Barplot basics

A barplot is similar to a histogram, but instead of visualizing numerical data, we are visualizing categorical data. Each bar in the chart is counting the number of observations (rows) that correspond to each level of the categorical variable.

Load a data set

library(tidyverse)

Let’s load the data from the 2020 Durham City and County Resident Survey (originally in the Canvas lecture 4 folder), where each row is a Durham resident:

durham <- read_csv("durham-2020.csv")

Note

Recalling the information here, be prepared to adjust the file path to match how you have organized your files and folders.

One of the columns in this data set is a categorical variable called would_you_say_your_total_annual_hous_35, with four levels corresponding to the resident’s income:

Under $30,000;
$30,000-$59,999
$60,000-$99,999
$100,000 or more

Furthermore, some folks left this part of the survey blank, and so their income information is missing, which effectively creates a fifth category. Before plotting, let us quickly modify the data to give this income variable a more concise name, as well as making it a proper factor type in R:

durham <- durham |>
  rename(income = would_you_say_your_total_annual_hous_35) |>
  mutate(income = as_factor(income))

The basic plot

ggplot(durham, aes(x = income)) +
  geom_bar()

The basic template here is very similar to what we saw for the histogram. The first layer uses ggplot to indicate what data you wish to plot. Then the next layer uses geom_bar to specifically make it a bar plot.

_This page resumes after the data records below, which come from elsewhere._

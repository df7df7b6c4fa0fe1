// Diagnostics, quick fixes, values beside the text and completion, as plain data of the protocol.
import { describe, expect, test } from 'vitest';
import { codeActions } from '../../src/server/code-actions.ts';
import { completions } from '../../src/server/completion.ts';
import { diagnosticsOf } from '../../src/server/diagnostics.ts';
import { inlayHints } from '../../src/server/inlay-hints.ts';
import { fenced, open } from './open.ts';

const CANTILEVER = `section Arm: EI 1 MN m2
member R1, Arm: A -- 2 m -- B
support A: fixed
load sign: 1.5 kN down at B
find tip: deflection at B
require root: moment at A in R1 <= 4 kN m "brief"
let half = 1.5 kN / 2`;

describe('diagnostics', () => {
  test('stand at their words, with code and severity', () => {
    const { note } = open(fenced('let a = b'));
    expect(diagnosticsOf(note)).toMatchObject([
      {
        range: { start: { line: 1, character: 8 }, end: { line: 1, character: 9 } },
        severity: 1,
        code: 'unknown-name',
        source: 'tautline',
      },
    ]);
  });

  test('carry the hint on a line of its own', () => {
    const { note } = open(fenced(CANTILEVER.replace('support A', 'suport A')));
    const [first] = diagnosticsOf(note);
    expect(first?.message).toMatch(/\n.*support/);
  });

  test('are none where nothing is wrong', () => {
    expect(diagnosticsOf(open(fenced(CANTILEVER)).note)).toEqual([]);
  });
});

describe('quick fixes', () => {
  const text = fenced(CANTILEVER.replace('-- 2 m', '— 2 m'));
  const line = (number: number) => ({ start: { line: number, character: 0 }, end: { line: number, character: 40 } });

  test('come with the diagnostic that the range touches', () => {
    const [fix] = codeActions(open(text).note, line(2));
    expect(fix).toMatchObject({ kind: 'quickfix', edit: { changes: { 'file:///note.md': [{ newText: '--' }] } } });
  });

  test('and not elsewhere', () => {
    expect(codeActions(open(text).note, line(4))).toEqual([]);
  });
});

describe('values beside the text', () => {
  const everywhere = { start: { line: 0, character: 0 }, end: { line: 99, character: 0 } };
  const labels = (text: string): string[] => {
    const { note } = open(text);
    return inlayHints(note, everywhere).map(({ position, label }) => `${position.line}:${position.character} ${label}`);
  };

  test('at the end of find, require and let, and behind a value in the prose', () => {
    expect(labels(`${fenced(CANTILEVER)}\nIt moves \`tautline tip\`.`)).toEqual([
      '5:25 = 4.000 mm down',
      '6:49 = 3.000 kN m, tension above, met, use 0.750',
      '7:21 = 0.7500 kN',
      '10:23 = 4.000 mm down',
    ]);
  });

  test('a requirement that is not met says so', () => {
    expect(labels(fenced(CANTILEVER.replace('4 kN m', '2 kN m')))[1]).toMatch(/not met, use 1\.50$/);
  });

  test('what is withheld says so, and a value that is none says nothing', () => {
    const text = CANTILEVER.replace('support A: fixed', 'support A: pinned').replace('1.5 kN / 2', 'nothing');
    expect(labels(fenced(text))).toEqual(['5:25 withheld', '6:49 withheld']);
  });

  test('only those that the editor shows', () => {
    const { note } = open(fenced(CANTILEVER));
    const first = { start: { line: 0, character: 0 }, end: { line: 5, character: 0 } };
    expect(inlayHints(note, first)).toHaveLength(1);
  });
});

describe('completion', () => {
  const offered = (marked: string): string[] => {
    const { note, position } = open(marked);
    return completions(note, position, true).map(({ label }) => label);
  };

  test('statements at the start of a line', () => {
    expect(offered(fenced(`${CANTILEVER}\nre¦`))).toEqual(expect.arrayContaining(['require', 'release', 'member']));
  });

  test.each([
    ['find x: ¦', ['deflection', 'reaction', 'half', 'tip']],
    ['find x: deflection at ¦', ['A', 'B']],
    ['find x: moment in ¦', ['R1']],
    ['find x: deflection at B under ¦', ['sign', 'all']],
    ['require x: deflection at B <= ¦', ['span', 'half']],
    ['load ¦', ['sign']],
    ['load sign: 2 kN/m down on ¦', ['R1', 'plan']],
    ['load sign: self¦', ['self-weight']],
    ['combine all2: 1.35 ¦', ['sign']],
    ['support ¦', ['A', 'B']],
    ['support B: ¦', ['pinned', 'roller']],
    ['member R2, ¦', ['Arm']],
    ['member R2: B -- 3 m -- ¦', ['A']],
    ['section Q: i-¦', ['i-shape', 'solid']],
    ['let z = 2 * ¦', ['half', 'sqrt']],
  ])('%s', (typed, wanted) => {
    expect(offered(fenced(`${CANTILEVER}\n${typed}`))).toEqual(expect.arrayContaining(wanted));
  });

  test('goes on over the lines of one statement', () => {
    expect(offered(fenced(`${CANTILEVER}\nfind x: deflection\n  at ¦`))).toEqual(expect.arrayContaining(['A', 'B']));
  });

  test('puts a blank behind a mark, and replaces the word that is begun', () => {
    const { note, position } = open(fenced(`${CANTILEVER}\nfind x:def¦`));
    const item = completions(note, position, true).find(({ label }) => label === 'deflection');
    expect(item?.textEdit).toMatchObject({
      newText: ' deflection',
      range: { start: { character: 7 }, end: { character: 10 } },
    });
  });

  test.each([
    ['in the prose', `support ¦A\n\n${fenced(CANTILEVER)}`],
    ['in a fence of another kind', `${fenced(CANTILEVER)}\n\`\`\`js\n¦\n\`\`\`\n`],
    ['on the marker of a fence', fenced(CANTILEVER).replace('```tautline', '```taut¦line')],
    ['in a quoted text', fenced(`${CANTILEVER}\nfind x: deflection at B "from ¦"`)],
  ])('is silent %s', (_, marked) => {
    expect(offered(marked)).toEqual([]);
  });
});
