// The work of one state of forces on the strains of another: the integrals of virtual work, leg by leg.
import { productIntegral, shifted } from './polynomial.ts';
import type { ForceState } from './primary.ts';
import type { SpanForces, SpanPiece } from './span.ts';
import type { StaticLeg, Statics } from './statics.ts';

/**
 * What one unit of each unknown does work on, m or rad, by unknown. For a leg's axial force its lengthening ∫N/EA; for
 * its end moments ∫M(1 − x/L)/EI and ∫M(x/L)/EI, the turns of its ends against its chord; for a reaction the movement of
 * the point, turned about: r R/k − r g.
 */
export function strainsOf(statics: Statics, { unknowns, spans, ground }: ForceState): Float64Array {
  const { legs, grounds, firstReaction } = statics;
  const strains = new Float64Array(statics.unknownCount);
  for (let index = 0; index < legs.length; index++) {
    const { length, axialFlexibility, bendingFlexibility } = legs[index]!;
    const at = 3 * index;
    const start = unknowns[at + 1]!;
    const end = unknowns[at + 2]!;
    strains[at] = axialFlexibility * length * unknowns[at]!;
    strains[at + 1] = (bendingFlexibility * length * (2 * start + end)) / 6;
    strains[at + 2] = (bendingFlexibility * length * (start + 2 * end)) / 6;
  }
  for (const [index, span] of spans) {
    const { axialFlexibility, bendingFlexibility } = legs[index]!;
    strains[3 * index]! += axialFlexibility * span.axialIntegral;
    strains[3 * index + 1]! += bendingFlexibility * span.fallingIntegral;
    strains[3 * index + 2]! += bendingFlexibility * span.risingIntegral;
  }
  for (let index = 0; index < grounds.length; index++) {
    const at = firstReaction + index;
    strains[at] = grounds[index]!.flexibility * unknowns[at]! - (ground ? ground[index]! : 0);
  }
  return strains;
}

/** A sum beside the sum of the sizes of its terms, to which its rounding is relative. */
export interface Work {
  value: number;
  size: number;
}

/** Σ∫(N n/EA + M m/EI) dx + Σ R r/k − Σ r g of a virtual state on real forces, whose strains are given. */
export function virtualWork(statics: Statics, virtual: ForceState, real: RealForces, strains: Float64Array): Work {
  let value = 0;
  let size = 0;
  const { unknowns } = virtual;
  for (let unknown = 0; unknown < unknowns.length; unknown++) {
    const term = unknowns[unknown]! * strains[unknown]!;
    value += term;
    size += Math.abs(term);
  }
  for (const [index, span] of virtual.spans) {
    const term = workWithin(statics.legs[index]!, index, span, real);
    value += term;
    size += Math.abs(term);
  }
  return { value, size };
}

/** What is read of a real state: see `ForceState`. */
export interface RealForces {
  readonly unknowns: Float64Array;
  readonly spans: ReadonlyMap<number, { readonly pieces: readonly SpanPiece[] }>;
}

/** Of what a virtual action within the leg adds to the forces that stand at its ends. */
function workWithin(leg: StaticLeg, index: number, virtual: SpanForces, real: RealForces): number {
  const { axialFlexibility, bendingFlexibility } = leg;
  const { unknowns, spans } = real;
  let axial = unknowns[3 * index]! * virtual.axialIntegral;
  let bending = unknowns[3 * index + 1]! * virtual.fallingIntegral + unknowns[3 * index + 2]! * virtual.risingIntegral;
  const pieces = spans.get(index)?.pieces ?? [];
  for (const a of virtual.pieces) {
    for (const b of pieces) {
      const start = Math.max(a.start, b.start);
      const length = Math.min(a.end, b.end) - start;
      if (length <= 0) continue;
      const inA = start - a.start;
      const inB = start - b.start;
      axial += productIntegral(shifted(a.axialForce, inA), shifted(b.axialForce, inB), length);
      bending += productIntegral(shifted(a.bendingMoment, inA), shifted(b.bendingMoment, inB), length);
    }
  }
  return axialFlexibility * axial + bendingFlexibility * bending;
}
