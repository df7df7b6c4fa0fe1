// Loads, real or virtual, as the force method takes them: forces and couples on points, loads within legs, movements of
// the ground, free strains of legs.
import { STANDARD_GRAVITY } from '../model/gravity.ts';
import type { LineDirection, Load, Location } from '../model/structure.ts';
import { emptySpanLoad, type SpanLoad } from './span.ts';
import { type End, releaseAt, type StaticLeg, type Statics } from './statics.ts';

export interface Loading {
  /** N and N m, by the rows of the equations. */
  readonly joints: Float64Array;
  /** By leg. */
  readonly spans: Map<number, SpanLoad>;
  /** Imposed movement of each ground along its reaction, m or rad; undefined for none. */
  ground: Float64Array | undefined;
  /** By leg: what it would take on without any force; undefined for none. */
  free: FreeStrain[] | undefined;
}

/** Of heat and lack of fit, the same all along a leg. */
export interface FreeStrain {
  /** Strain of the axis, positive where it grows longer. */
  readonly axial: number;
  /** 1/m, in the sense of M/EI. */
  readonly curvature: number;
}

export const UNSTRAINED: FreeStrain = { axial: 0, curvature: 0 };

export function emptyLoading(statics: Statics): Loading {
  return { joints: new Float64Array(statics.rowCount), spans: new Map(), ground: undefined, free: undefined };
}

/** `factor` times the load, added to the loading. */
export function addLoad(statics: Statics, loading: Loading, load: Load, factor: number): void {
  switch (load.kind) {
    case 'self-weight':
      for (const member of load.members) addSelfWeight(statics, loading, member, load.factor * factor);
      return;
    case 'line':
      addLine(statics, loading, load, factor);
      return;
    case 'force':
      addAction(statics, loading, load.at, load.x * factor, load.y * factor, 0);
      return;
    case 'couple':
      addAction(statics, loading, load.at, 0, 0, load.moment * factor);
      return;
    case 'movement':
      addMovement(statics, loading, load, factor);
      return;
    case 'heat':
      addHeat(statics, loading, load, factor);
      return;
    case 'lengthen': {
      const axial = (factor * load.amount) / statics.structure.members[load.member]!.length;
      for (const leg of legsOf(statics, load.member)) addFree(statics, loading, leg, { axial, curvature: 0 });
    }
  }
}

/**
 * A force (global components) and a couple, anticlockwise, at a place. At a point of a member the force acts on the joint,
 * or with a `side` on the end of the member that stands there (before or behind, in the direction of travel); the couple
 * turns that end, `before` if not said. It makes a difference where the end is hinged, connected or freed.
 */
export function addAction(
  statics: Statics,
  loading: Loading,
  at: Location,
  x: number,
  y: number,
  moment: number,
  side?: 'before' | 'after',
): void {
  const place = at.kind === 'point' ? at : placeOnMember(statics, at.member, at.distance);
  if (place.kind === 'point') {
    addToPoint(statics, loading, place.point, x, y);
    if (side !== undefined) addToFreedEnd(statics, loading, place, x, y, side);
    if (moment !== 0) addCouple(statics, loading, place, moment, side ?? 'before');
    return;
  }
  const leg = statics.legs[place.leg]!;
  const [along, across] = inLocalAxes(leg, x, y);
  spanOf(loading, place.leg).forces.push({ at: place.distance, along, across, couple: moment });
}

/** Places closer to an end of a leg than this share of its length stand at the point there. */
const AT_THE_END = 1e-9;

type Place =
  | { readonly kind: 'point'; readonly point: number; readonly member: number }
  | { readonly kind: 'within'; readonly leg: number; readonly distance: number };

function placeOnMember({ legs, firstLeg }: Statics, member: number, distance: number): Place {
  const end = firstLeg[member + 1]!;
  let index = firstLeg[member]!;
  while (index + 1 < end && legs[index + 1]!.start <= distance) index++;
  const leg = legs[index]!;
  const inside = distance - leg.start;
  const close = AT_THE_END * leg.length;
  if (inside <= close) return { kind: 'point', point: leg.from, member };
  if (inside >= leg.length - close) return { kind: 'point', point: leg.to, member };
  return { kind: 'within', leg: index, distance: inside };
}

function addToPoint({ forceRow }: Statics, { joints }: Loading, point: number, x: number, y: number): void {
  const row = forceRow[point]!;
  if (row < 0) return;
  joints[row]! += x;
  joints[row + 1]! += y;
}

interface MemberPoint {
  readonly point: number;
  readonly member?: number;
}

/**
 * What a force on the joint lacks to be one on the end of the member, where that end slides past the joint: the force that
 * is nil at the release stands against it within the leg.
 */
function addToFreedEnd(
  statics: Statics,
  { joints }: Loading,
  place: MemberPoint,
  x: number,
  y: number,
  side: 'before' | 'after',
): void {
  const found = endOf(statics, place, side);
  if (!found) return;
  const { leg, end } = found;
  const [along, across] = inLocalAxes(statics.legs[leg]!, x, y);
  const sign = end === 'start' ? 1 : -1;
  const axial = statics.releaseRow[releaseAt(leg, 'axial', end)]!;
  const shear = statics.releaseRow[releaseAt(leg, 'shear', end)]!;
  if (axial >= 0) joints[axial]! += sign * along;
  if (shear >= 0) joints[shear]! -= sign * across;
}

/** On the joint, or on the member's own end where that is hinged or connected. */
function addCouple(
  statics: Statics,
  loading: Loading,
  place: MemberPoint,
  moment: number,
  side: 'before' | 'after',
): void {
  const found = endOf(statics, place, side);
  if (found && turnsAlone(statics.legs[found.leg]!, found.end)) {
    // An anticlockwise couple on the start of a leg puts its upper side in tension, one on its end the underside.
    const span = spanOf(loading, found.leg);
    if (found.end === 'start') span.startMoment -= moment;
    else span.endMoment += moment;
    return;
  }
  const row = statics.coupleRow[place.point]!;
  if (row >= 0) loading.joints[row]! += moment;
}

/** Hinged, connected, or of a bar. */
function turnsAlone(leg: StaticLeg, end: End): boolean {
  return end === 'start' ? !leg.rigidStart || leg.startTurning > 0 : !leg.rigidEnd || leg.endTurning > 0;
}

/** The end of a leg of the member at its point, on the side meant if the member runs on. */
function endOf(
  { legs, firstLeg }: Statics,
  { point, member }: MemberPoint,
  side: 'before' | 'after',
): { readonly leg: number; readonly end: End } | undefined {
  if (member === undefined) return undefined;
  let found: { readonly leg: number; readonly end: End } | undefined;
  for (let leg = firstLeg[member]!; leg < firstLeg[member + 1]!; leg++) {
    if (legs[leg]!.to === point) found = { leg, end: 'end' };
    if (legs[leg]!.from === point && (!found || side === 'after')) found = { leg, end: 'start' };
  }
  return found;
}

function addSelfWeight(statics: Statics, loading: Loading, member: number, factor: number): void {
  const { structure, legs, firstLeg } = statics;
  const { kind, legs: chain } = structure.members[member]!;
  for (let index = firstLeg[member]!; index < firstLeg[member + 1]!; index++) {
    const leg = legs[index]!;
    const mass = structure.sections[chain[leg.index]!.section]!.massPerLength ?? 0;
    const weight = mass * STANDARD_GRAVITY * factor;
    if (weight === 0) continue;
    if (kind === 'bar') {
      addToPoint(statics, loading, leg.from, 0, (-weight * leg.length) / 2);
      addToPoint(statics, loading, leg.to, 0, (-weight * leg.length) / 2);
    } else {
      addStretch(loading, index, leg, 0, leg.length, 0, -1, weight, weight);
    }
  }
}

function addLine(statics: Statics, loading: Loading, load: Extract<Load, { kind: 'line' }>, factor: number): void {
  const { legs, firstLeg } = statics;
  const slope = (load.endIntensity - load.startIntensity) / (load.end - load.start);
  const intensity = (distance: number) => factor * (load.startIntensity + slope * (distance - load.start));
  for (let index = firstLeg[load.member]!; index < firstLeg[load.member + 1]!; index++) {
    const leg = legs[index]!;
    const start = Math.max(load.start, leg.start);
    const end = Math.min(load.end, leg.start + leg.length);
    if (end - start <= AT_THE_END * leg.length) continue;
    const [x, y] = perLength(leg, load.direction);
    // A stretch that reaches the leg's end does so exactly.
    const from = start - leg.start <= AT_THE_END * leg.length ? 0 : start - leg.start;
    const to = leg.start + leg.length - end <= AT_THE_END * leg.length ? leg.length : end - leg.start;
    addStretch(loading, index, leg, from, to, x, y, intensity(start), intensity(end));
  }
}

/** Global components of a line load of 1 N/m, per metre of the leg. */
function perLength(leg: StaticLeg, direction: LineDirection): [x: number, y: number] {
  switch (direction.kind) {
    case 'global': {
      const share = direction.onPlan ? Math.abs(leg.cosine) : 1;
      return [direction.x * share, direction.y * share];
    }
    case 'square': {
      const side = leg.cosine * direction.y - leg.sine * direction.x < 0 ? -1 : 1;
      return [-leg.sine * side, leg.cosine * side];
    }
    case 'along':
      return [leg.cosine * direction.sense, leg.sine * direction.sense];
  }
}

function addStretch(
  loading: Loading,
  index: number,
  leg: StaticLeg,
  start: number,
  end: number,
  x: number,
  y: number,
  startIntensity: number,
  endIntensity: number,
): void {
  const [along, across] = inLocalAxes(leg, x, y);
  spanOf(loading, index).stretches.push({
    start,
    end,
    startAlong: along * startIntensity,
    endAlong: along * endIntensity,
    startAcross: across * startIntensity,
    endAcross: across * endIntensity,
  });
}

function addMovement(
  { grounds }: Statics,
  loading: Loading,
  { point, freedom, amount }: Extract<Load, { kind: 'movement' }>,
  factor: number,
): void {
  for (const [index, ground] of grounds.entries()) {
    if (ground.point !== point) continue;
    const share = freedom.kind === 'rotation' ? ground.moment : ground.x * freedom.x + ground.y * freedom.y;
    if (share === 0) continue;
    loading.ground ??= new Float64Array(grounds.length);
    loading.ground[index]! += share * amount * factor;
  }
}

/** The upper side grows by α T above, the underside by α T below; plane sections stay plane. */
function addHeat(
  statics: Statics,
  loading: Loading,
  { member, above, below }: Extract<Load, { kind: 'heat' }>,
  factor: number,
): void {
  const { structure, legs } = statics;
  for (const index of legsOf(statics, member)) {
    const { thermalExpansion = 0, depth } =
      structure.sections[structure.members[member]!.legs[legs[index]!.index]!.section]!;
    const upper = thermalExpansion * above * factor;
    const under = thermalExpansion * below * factor;
    const curvature = upper === under || depth === undefined ? 0 : (under - upper) / depth;
    addFree(statics, loading, index, { axial: (upper + under) / 2, curvature });
  }
}

function legsOf({ firstLeg }: Statics, member: number): number[] {
  const first = firstLeg[member]!;
  return Array.from({ length: firstLeg[member + 1]! - first }, (_, index) => first + index);
}

function addFree({ legs }: Statics, loading: Loading, leg: number, { axial, curvature }: FreeStrain): void {
  loading.free ??= legs.map(() => UNSTRAINED);
  const before = loading.free[leg]!;
  loading.free[leg] = { axial: before.axial + axial, curvature: before.curvature + curvature };
}

function spanOf({ spans }: Loading, leg: number): SpanLoad {
  const known = spans.get(leg);
  if (known) return known;
  const load = emptySpanLoad();
  spans.set(leg, load);
  return load;
}

function inLocalAxes({ cosine, sine }: StaticLeg, x: number, y: number): [along: number, across: number] {
  return [cosine * x + sine * y, cosine * y - sine * x];
}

In the first layer we used x = inside aes to make the bars vertical, but we could have made them horizontal as well:

ggplot(durham, aes(y = income)) +
  geom_bar()

Do you see what changed?

Adding layers to prettify it

We could call it a day at this point, but the basic plot is rather drab. Here is some code that would zhuzh it up in a big way:

durham |>
  ggplot(aes(y = income, fill = income)) +
  geom_bar(show.legend = FALSE) +
  labs(
    x = "Count",
    y = NULL,
    title = "Would you say your total annual household income is..."
  ) + 
  scale_y_discrete(
    labels = c(
      "1" = "Under $30,000",
      "2" = "$30,000-$59,999",
      "3" = "$60,000-$99,999",
      "4" = "$100,000 or more"
    )
  )

The first ggplot layer tells it what data to use. We also added the fill = argument inside aes to apply a default color scheme;
the labs layer allows us to add a title and label the axes;
the scale_y_discrete layer allows us to replace the bar labels 1, 2, 3, 4 with more informative text that explains what the levels of the variable actually mean;
in between every layer, we have a +. Gotta have that icing!